I like it when I paint or draw all day, without realizing the day has passed. Upstairs as natural light fades to lamplight, my skin being continually smudged by acrylics or watercolors or charcoal.

I like it when I finish something.

I like to hear small things and listen to the silence around the sound, the big soft blank that is the vessel for the floating bits of audio.

I like octopi. I really do; they are adorable and amazing creatures.

I like things I should probably have grown out of by now; things like glitter nail polish, stuffed animals and rainbow things. They are in my Secret Stash of Things I Like, though, things I don’t generally like to admit. They keep company with Lady Gaga and Bud Light and getting pretty new things. Don’t tell anyone I told you that, though; it'll be Our Little Secret.
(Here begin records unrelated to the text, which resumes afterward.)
/**
 * Fails the corridor reports the queue has given up on: queued or running, and no job of
 * theirs waiting or active any more (the worker laying one out ended, a kill or a crash, on its
 * try and on its retry; the queue then fails the job, and nothing else would end the report).
 * A report's job is queued in the transaction that writes its row, and ends after the row.
 * Called by the API's stall watch; returns the ids it failed.
 */
export async function failOrphanedReports(): Promise<number[]> {
  const rows = await sequelize.query<{ id: number }>(
    `UPDATE reports r SET status = 'failed', reason = $2, finished_at = now(), updated_at = now()
      WHERE r.kind = 'corridor' AND r.status IN ('queued', 'running')
        AND NOT EXISTS (
          SELECT 1 FROM pgboss.job j
           WHERE j.name = $1 AND j.state IN ('created', 'retry', 'active')
             AND j.data->>'reportId' = r.id::text)
      RETURNING r.id`,
    {
      bind: [
        REPORT_QUEUE,
        'the worker laying it out stopped before it finished, on every try (a worker that was killed or ran out of memory): ask for the report again',
      ],
      type: QueryTypes.SELECT,
    },
  );
  return rows.map((r) => r.id);
}
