import { ChangeDetectionStrategy, Component, computed, inject, input, signal } from '@angular/core';
import { takeUntilDestroyed, toObservable } from '@angular/core/rxjs-interop';
import { MatButtonModule } from '@angular/material/button';
import { MatIconModule } from '@angular/material/icon';
import { MatProgressBarModule } from '@angular/material/progress-bar';
import { MatRadioModule } from '@angular/material/radio';
import { JOB_STATE_WORDS } from '@scarpline/core/verdict';
import { catchError, distinctUntilChanged, EMPTY, of, switchMap, tap, type Observable } from 'rxjs';
import type { Batch } from '../batches/batch-types';
import { Auth } from '../core/auth';
import type { Problem } from '../core/models';
import { toProblem } from '../core/problem';
import { userName } from '../core/user-name';
import { reviewerName } from '../reviews/review-panel';
import { dateTimeText, WhenPipe } from '../shared/date-time';
import { saveFile } from '../shared/download';
import { pollActive } from '../shared/poll-active';
import type { Appendix, Report } from './report-types';
import { ReportsApi } from './reports-api';

/** How often a queued or running report is read again. */
export const POLL_MS = 1500;

/** The choices of section pages, in our words, the API's default first. */
export const APPENDIX_CHOICES: readonly { value: Appendix; label: string; words: string }[] = [
  {
    value: 'below',
    label: 'Stations below requirement',
    words: 'with the pages of the stations below requirement',
  },
  { value: 'all', label: 'Every station', words: 'with every station’s page' },
  { value: 'none', label: 'None (summary only)', words: 'summary only, no station pages' },
];

function isActive(r: Report): boolean {
  return r.status === 'queued' || r.status === 'running';
}

/** Two lists of report ids alike (so that polling goes on while the same reports are made). */
function sameIds(a: readonly number[], b: readonly number[]): boolean {
  return a.length === b.length && a.every((id, i) => id === b[i]);
}

/** A report as the list shows it. */
interface ReportRow {
  report: Report;
  by: string | null;
  appendixWords: string;
  statusWords: string;
  percent: number | null;
  review: string | null;
}

/**
 * The corridor reports of a batch (PDF, made by a worker): a choice of section pages and
 * "Make corridor report" for the roles that may ask, once the batch has finished; the reports
 * asked for, newest first, with their progress (read again while any is being made), the
 * review each records, and a download of each one made.
 */
@Component({
  selector: 'sl-corridor-reports',
  imports: [WhenPipe, MatButtonModule, MatIconModule, MatProgressBarModule, MatRadioModule],
  changeDetection: ChangeDetectionStrategy.OnPush,
  templateUrl: './corridor-reports.html',
  styleUrl: './corridor-reports.scss',
})
export class CorridorReports {
  private readonly api = inject(ReportsApi);
  private readonly auth = inject(Auth);

  /** The batch the reports are of (its status, submitter and review history are read). */
  readonly batch = input.required<Batch>();

  protected readonly choices = APPENDIX_CHOICES;
  protected readonly appendix = signal<Appendix>('below');
  protected readonly canAsk = computed(() => this.auth.hasRole('admin', 'engineer', 'reviewer'));
  protected readonly running = computed(() => this.batch().status === 'running');

  /** The batch's reports, newest first; null until read. */
  protected readonly reports = signal<Report[] | null>(null);
  protected readonly listProblem = signal<Problem | null>(null);
  protected readonly pollProblem = signal<Problem | null>(null);
  protected readonly askBusy = signal(false);
  protected readonly askProblem = signal<Problem | null>(null);
  /** The report whose file is being fetched. */
  protected readonly downloading = signal<number | null>(null);
  protected readonly downloadProblem = signal<Problem | null>(null);
  private readonly tries = signal(0);

  /** Read the list again for another batch, when the batch finishes, and on "Try again". */
  private readonly listKey = computed(
    () => `${this.batch().id}:${this.batch().status}:${this.tries()}`,
  );
  /** The reports being made, whose state is read every POLL_MS. */
  private readonly activeIds = computed(
    () => (this.reports() ?? []).filter(isActive).map((r) => r.id),
    { equal: sameIds },
  );

  /** Who is who: the submitter, the reviewers of the batch and oneself, by user id. */
  private readonly names = computed(() => {
    const b = this.batch();
    const names = new Map<number, string>([[b.submitter.id, b.submitter.name]]);
    for (const r of b.review.history) {
      if (r.reviewer.name) names.set(r.reviewer.id, r.reviewer.name);
    }
    const me = this.auth.user();
    if (me) names.set(me.id, me.name);
    return names;
  });

  protected readonly rows = computed((): ReportRow[] => {
    const names = this.names();
    const me = this.auth.user()?.id;
    const history = this.batch().review.history;
    return (this.reports() ?? []).map((r) => {
      const name = names.get(r.requestedBy);
      const review = r.reviewId === null ? null : history.find((h) => h.id === r.reviewId);
      return {
        report: r,
        by: name === undefined ? null : userName({ id: r.requestedBy, name }, me),
        appendixWords:
          APPENDIX_CHOICES.find((c) => c.value === r.appendix)?.words ?? 'no station pages',
        statusWords: JOB_STATE_WORDS[r.status],
        percent:
          r.status === 'running' && r.progress.total > 0
            ? Math.round((100 * r.progress.done) / r.progress.total)
            : null,
        review:
          r.reviewId === null
            ? null
            : review
              ? `records the review of ${dateTimeText(review.at)} (${review.decision} by ${reviewerName(review)})`
              : `records review #${r.reviewId}`,
      };
    });
  });

  constructor() {
    toObservable(this.listKey)
      .pipe(
        distinctUntilChanged(),
        switchMap(() => {
          this.listProblem.set(null);
          return this.api.batchReports(this.batch().id).pipe(
            catchError((err: unknown) => {
              this.listProblem.set(toProblem(err));
              return EMPTY;
            }),
          );
        }),
        takeUntilDestroyed(),
      )
      .subscribe((list) => this.reports.set(list.reports));

    // While any report is queued or running, read each of them every POLL_MS; stop once none is.
    pollActive(this.activeIds, (id) => this.poll(id), POLL_MS)
      .pipe(takeUntilDestroyed())
      .subscribe((fresh) => this.merge(fresh.filter((r): r is Report => r !== null)));
  }

  /** One report read again; null when that failed (the problem is shown, the next try goes on). */
  private poll(id: number): Observable<Report | null> {
    return this.api.report(id).pipe(
      tap(() => this.pollProblem.set(null)),
      catchError((err: unknown) => {
        this.pollProblem.set(toProblem(err));
        return of(null);
      }),
    );
  }

  private merge(fresh: readonly Report[]): void {
    if (fresh.length === 0) return;
    this.reports.update((list) => (list ?? []).map((r) => fresh.find((f) => f.id === r.id) ?? r));
  }

  protected retry(): void {
    this.tries.update((n) => n + 1);
  }

  protected make(): void {
    if (this.askBusy() || this.running()) return;
    this.askBusy.set(true);
    this.askProblem.set(null);
    this.api.ask(this.batch().id, this.appendix()).subscribe({
      next: (r) => {
        this.reports.update((list) => [r, ...(list ?? []).filter((x) => x.id !== r.id)]);
        this.askBusy.set(false);
      },
      error: (err: unknown) => {
        this.askProblem.set(toProblem(err));
        this.askBusy.set(false);
      },
    });
  }

  protected download(r: Report): void {
    if (this.downloading() !== null) return;
    this.downloading.set(r.id);
    this.downloadProblem.set(null);
    this.api.file(r.id).subscribe({
      next: (d) => {
        saveFile(d.blob, d.fileName);
        this.downloading.set(null);
      },
      error: (err: unknown) => {
        this.downloadProblem.set(toProblem(err));
        this.downloading.set(null);
      },
    });
  }
}
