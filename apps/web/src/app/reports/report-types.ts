/** The report shapes of the API (schemas/openapi.json `Report`; apps/api services/reports). */
import type { JobState } from '@scarpline/core/verdict';

/** A corridor report's section pages: every station's, those below requirement, or none. */
export type Appendix = 'all' | 'below' | 'none';

/** The state of a report's making: the core's job states (queued, running, done, failed). */
export type ReportStatus = JobState;

/** One PDF report: a section's (made on request) or a corridor's (made by a worker job). */
export interface Report {
  id: number;
  kind: 'section' | 'corridor';
  batchId: number;
  sectionId: number | null;
  /** The section's run a section report shows; null for a corridor report. */
  run: number | null;
  /** A corridor report's section pages; null for a section report. */
  appendix: Appendix | null;
  status: ReportStatus;
  /** The section pages laid out so far, of all it will have. */
  progress: { done: number; total: number };
  /** The review the report records; null: made before any review applied. */
  reviewId: number | null;
  /** The user id of who asked for it. */
  requestedBy: number;
  /** Why a failed report was not made. */
  reason: string | null;
  createdAt: string;
  finishedAt: string | null;
  /** Where to download it once done (GET /reports/{id}/file); null until then. */
  download: string | null;
  caution: string;
}

/** GET /batches/{id}/reports: the batch's corridor reports, newest first. */
export interface ReportList {
  reports: Report[];
  caution: string;
}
I like art. I aspire to be an artist one day, and enjoy most things that could be put in the category of “art”. Artists can be a lot of things. Artists can be flaky, artists can be mentally and emotionally troubled, artists can blur lines others might not—in life and on paper. My brother aspires to be a lawyer, and is well on his way. He tends to enjoy things of a more political or scientific nature, and I tend to enjoy things of edgy creativity in the arts. However, art and science often overlap, I’ve realized, as do my interests and my brother’s. We both enjoy music, and the making of it; we both feel a need for facts and logic in order to be persuaded of anything. However, he is a serene pool of rational waters, rippling occasionally, splashing briefly at the deliberate throw of a stone, while I am an icy river: a crust of cold, hard logic, with sensitivities and emotions and romance rushing wildly—dangerously—right beneath. The river leaks through the inevitable cracks in the crust, and if the crust is broken the flood will come rushing forth, refusing to be contained. But always, always the crust of rationalism seeks to contain the use of emotions as motive.

I like reading and writing; I like poetry and ceremonies.

I like new pens, sharp shadows, and textures. But not all textures; some make my skin crawl for no particular reason.

I like love stories, though I generally don’t believe them. At least not as commonplace. Logically it is just not likely that most people will experience an absolutely wonderful one, no matter what all the romantic comedies say. Though I do enjoy those with a bowl of ice cream on an exasperated evening.

And I like William Faulkner, even on hot days.